40s closed his eyes and rocked in satisfaction. “Now you’re talkin, Quickskill. You worry about Quickskill. Leechfield will look after himself, you can be sure of that. Come on, have a drink.”
He went to the shelf and pulled a bottle down. It had a mushroom cloud painted on the label. He poured Quickskill a shot glass. He poured himself one. Then he hobbled around the table on his stump. “Here’s to the emancipation of our brothers still in bondage, in Virginia, Massachusetts and New York.”

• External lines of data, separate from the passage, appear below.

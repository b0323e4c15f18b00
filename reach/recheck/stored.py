"""What a run stored, read back: hostile until checked, and the same bytes as were written."""

from __future__ import annotations

import io
import json
import math
import zipfile
from collections.abc import Mapping
from dataclasses import dataclass
from pathlib import Path
from typing import Any

import numpy as np

from reach.errors import Fault, InputError
from reach.formats.files import Reading

VERDICT, CELL, DIGESTS = "verdict.json", "evidence/cell.json", "evidence/digests.json"
SCHEMA, DIGESTS_SCHEMA = "strikecheck/evidence/1", "strikecheck/digests/1"
COMMANDS = ("follow", "survey", "rally", "trial")
ARCHIVES = ("log.npz", "motion.npz", "points.npz", "motions.npz", "proofs.npz", "runs.npz")  # of evidence/
MAX_BYTES = 2_000_000_000  # of one file; 40 trials of a minute at 1 kHz have 40 MB
MAX_UNPACKED = 8_000_000_000  # of one archive
MAX_DEPTH = 60  # of a JSON file; ours nest 8 deep


class BadFolder(InputError):
    """A folder that is no run's, or not as it was written; exit code 2."""

    def __init__(self, where: str, what: str, file: str = ""):
        super().__init__([Fault(file or "folder", where, what)])


@dataclass(frozen=True, eq=False)
class Stored:
    """The files of one run.

    Attributes
    ----------
    folder : as named
    command : that wrote it
    cell, verdict : cell.json and verdict.json
    arrays : of each archive, by the file's name
    files : (path, digest found) of every file read
    """

    folder: str
    command: str
    cell: dict[str, Any]
    verdict: dict[str, Any]
    arrays: Mapping[str, Mapping[str, np.ndarray]]
    files: tuple[tuple[str, str], ...]

    def has(self, file: str, name: str) -> bool:
        """Whether an archive has an array."""
        return name in self.arrays.get(file, {})

    def array(self, file: str, name: str, shape: tuple[int | None, ...], kind: str = "f") -> np.ndarray:
        """An array of an archive, checked.

        Parameters
        ----------
        shape : lengths, None for any
        kind : "f" numbers, "i" whole ones, "b" truth values, "U" texts

        Raises
        ------
        BadFolder
            Where it is missing, or of another shape or kind.
        """
        found = self.arrays.get(file, {}).get(name)
        place = f"{self.folder}/evidence/{file}"
        if found is None:
            raise BadFolder(name, "is missing; run the command again", place)
        fits = found.ndim == len(shape) and all(
            want in (None, have) for want, have in zip(shape, found.shape, strict=True)
        )
        kinds = {"f": "fiu", "i": "iu", "b": "b", "U": "U"}[kind]
        if not fits or found.dtype.kind not in kinds:
            raise BadFolder(name, f"has shape {found.shape} and type {found.dtype}, which it can't", place)
        return found.astype(np.float64) if kind == "f" else found

    def finite(self, file: str, name: str, shape: tuple[int | None, ...]) -> np.ndarray:
        """Like `array`, of numbers that are all finite."""
        found = self.array(file, name, shape)
        if not np.isfinite(found).all():
            raise BadFolder(name, "holds what is no finite number", f"{self.folder}/evidence/{file}")
        return found

    def at(self, *keys: str | int) -> Any:
        """What cell.json has at a place.

        Raises
        ------
        BadFolder
            Where it has nothing there.
        """
        found: Any = self.cell
        for key in keys:
            try:
                found = found[key]
            except (KeyError, IndexError, TypeError):
                where = ".".join(map(str, keys))
                raise BadFolder(where, "is missing; run the command again", f"{self.folder}/{CELL}") from None
        return found

    def entries(self, key: str) -> list[dict[str, Any]]:
        """A list of tables of verdict.json."""
        found = self.verdict.get(key)
        if not isinstance(found, list) or not all(isinstance(entry, dict) for entry in found):
            raise BadFolder(key, "is no list of tables", f"{self.folder}/{VERDICT}")
        return found

    def number(self, *keys: str | int) -> float:
        """A finite number at a place of cell.json."""
        found = self.at(*keys)
        value = math.nan if isinstance(found, bool) else as_number(found)
        if not math.isfinite(value):
            raise BadFolder(".".join(map(str, keys)), "is no finite number", f"{self.folder}/{CELL}")
        return value


def read_folder(folder: str) -> Stored:
    """Read what a run stored, every file as it was written.

    Raises
    ------
    InputError
        Naming what is missing, damaged or changed, and inputs that have changed since.
    """
    top = Path(folder)
    if not top.is_dir():
        raise BadFolder("folder", "not found; name the folder that a command wrote (--out)", folder)
    if not (top / VERDICT).is_file():
        raise BadFolder(VERDICT, "is not there: the run did not end, or it is no folder of results", folder)
    reading = Reading()
    digests = _digests(folder, _json(folder, DIGESTS, reading))
    contents = {name: reading.read(f"{folder}/{name}", MAX_BYTES) for name in digests}
    _raise(reading)
    changed = []
    for source in reading.inputs[1:]:
        name = source.path.removeprefix(f"{folder}/")
        if digests[name] != source.sha256:
            changed.append(Fault(source.path, "file", "changed since it was written; run the command again"))
    if changed:
        raise InputError(changed)
    cell, verdict = (_parsed(folder, name, contents.get(name)) for name in (CELL, VERDICT))
    if cell.get("schema") != SCHEMA or cell.get("command") not in COMMANDS:
        raise BadFolder("schema", f"is not {SCHEMA} of a command with a verdict", f"{folder}/{CELL}")
    arrays = {}
    for name in ARCHIVES:
        content = contents.get(f"evidence/{name}")
        if content is not None:
            arrays[name] = _unpacked(f"{folder}/evidence/{name}", content)
    files = tuple((source.path, source.sha256) for source in reading.inputs)
    return Stored(folder, cell["command"], cell, verdict, arrays, files)


def _digests(folder: str, content: dict[str, Any]) -> dict[str, str]:
    """Digest by name of every file of the run, the names all inside the folder."""
    place = f"{folder}/{DIGESTS}"
    listed = content.get("files")
    if content.get("schema") != DIGESTS_SCHEMA or not isinstance(listed, list):
        raise BadFolder("schema", f"is not {DIGESTS_SCHEMA}", place)
    found = {}
    for entry in listed:
        name, digest = (entry.get(key) if isinstance(entry, dict) else None for key in ("path", "sha256"))
        if not isinstance(name, str) or not isinstance(digest, str):
            raise BadFolder("files", "has an entry without path and sha256", place)
        parts = name.removeprefix("evidence/").split("/")
        if len(parts) != 1 or parts[0] in ("", ".", "..") or "\0" in name:
            raise BadFolder("files", f"names {name[:80]!r}, which lies elsewhere", place)
        found[name] = digest
    for name in (VERDICT, CELL):
        if name not in found:
            raise BadFolder("files", f"does not list {name}", place)
    return found


def _json(folder: str, name: str, reading: Reading) -> dict[str, Any]:
    content = reading.read(f"{folder}/{name}", MAX_BYTES)
    _raise(reading)
    return _parsed(folder, name, content)


def _parsed(folder: str, name: str, content: bytes | None) -> dict[str, Any]:
    try:
        found = json.loads(content or b"")
    except (ValueError, RecursionError) as error:
        raise BadFolder("file", f"is no JSON that can be read ({error})", f"{folder}/{name}") from None
    if not isinstance(found, dict):
        raise BadFolder("file", "is no JSON object", f"{folder}/{name}")
    return found


def _unpacked(path: str, content: bytes) -> dict[str, np.ndarray]:
    """Arrays of an archive; nothing in it is unpickled."""
    try:
        with zipfile.ZipFile(io.BytesIO(content)) as packed:
            if sum(item.file_size for item in packed.infolist()) > MAX_UNPACKED:
                raise BadFolder("file", f"unpacks to more than {MAX_UNPACKED / 1e9:.0f} GB", path)
        with np.load(io.BytesIO(content), allow_pickle=False) as archive:
            return {name: archive[name] for name in archive.files}
    except (ValueError, OSError, EOFError, KeyError, zipfile.BadZipFile, NotImplementedError) as error:
        raise BadFolder("file", f"is no archive of arrays ({error})", path) from None


def _raise(reading: Reading) -> None:
    if reading.faults:
        raise InputError(reading.faults)


def as_number(value: Any) -> float:
    """A number as such, nan for anything else; a whole one may be too large for it."""
    try:
        return float(value) if isinstance(value, int | float) else math.nan
    except OverflowError:
        return math.nan


def number_in(entry: Mapping[str, Any], key: str) -> float:
    """A number in a table, nan where it has none there."""
    return as_number(entry.get(key))


def largest(values: Any) -> float:
    """Largest size among values, 0 of none; nan where one is."""
    return float(np.abs(values).max(initial=0.0))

They drank. Quickskill’s liquor went down. He felt like someone had just shot a hot poker through his navel. Battleships started to move about inside. Gettysburg was inside. His face turned red. He began to choke and his eyes became teary. 40s slapped him on the back.
“How can you drink this stuff?”
“Jersey Lightning. Stuff is good for you. Make your hair grow. Where you think Lincoln got that beard?”
“Yeah, sure,” Quickskill said, wheezing and coughing.
“What’s going on with Leechfield?”
“He’s doing okay. I just left him.”
“He’s comin up in the world. I saw him in the paper. He had an ad in there. Man, what a con he is.”
“Let me see it.”
40s rose and got a newspaper from a pile over near the houseboat’s one door. He brought it to Quickskill, pointing to Leechfield’s ad: “I’ll Be Your Slave for One Day.” Leechfield was standing erect. In small type underneath the picture it said: “Humiliate Me. Scorn Me.”
“This is disgusting.”
“Leechfield gets more pussy than a cat, Quickskill. Always driving a long boat. Money.”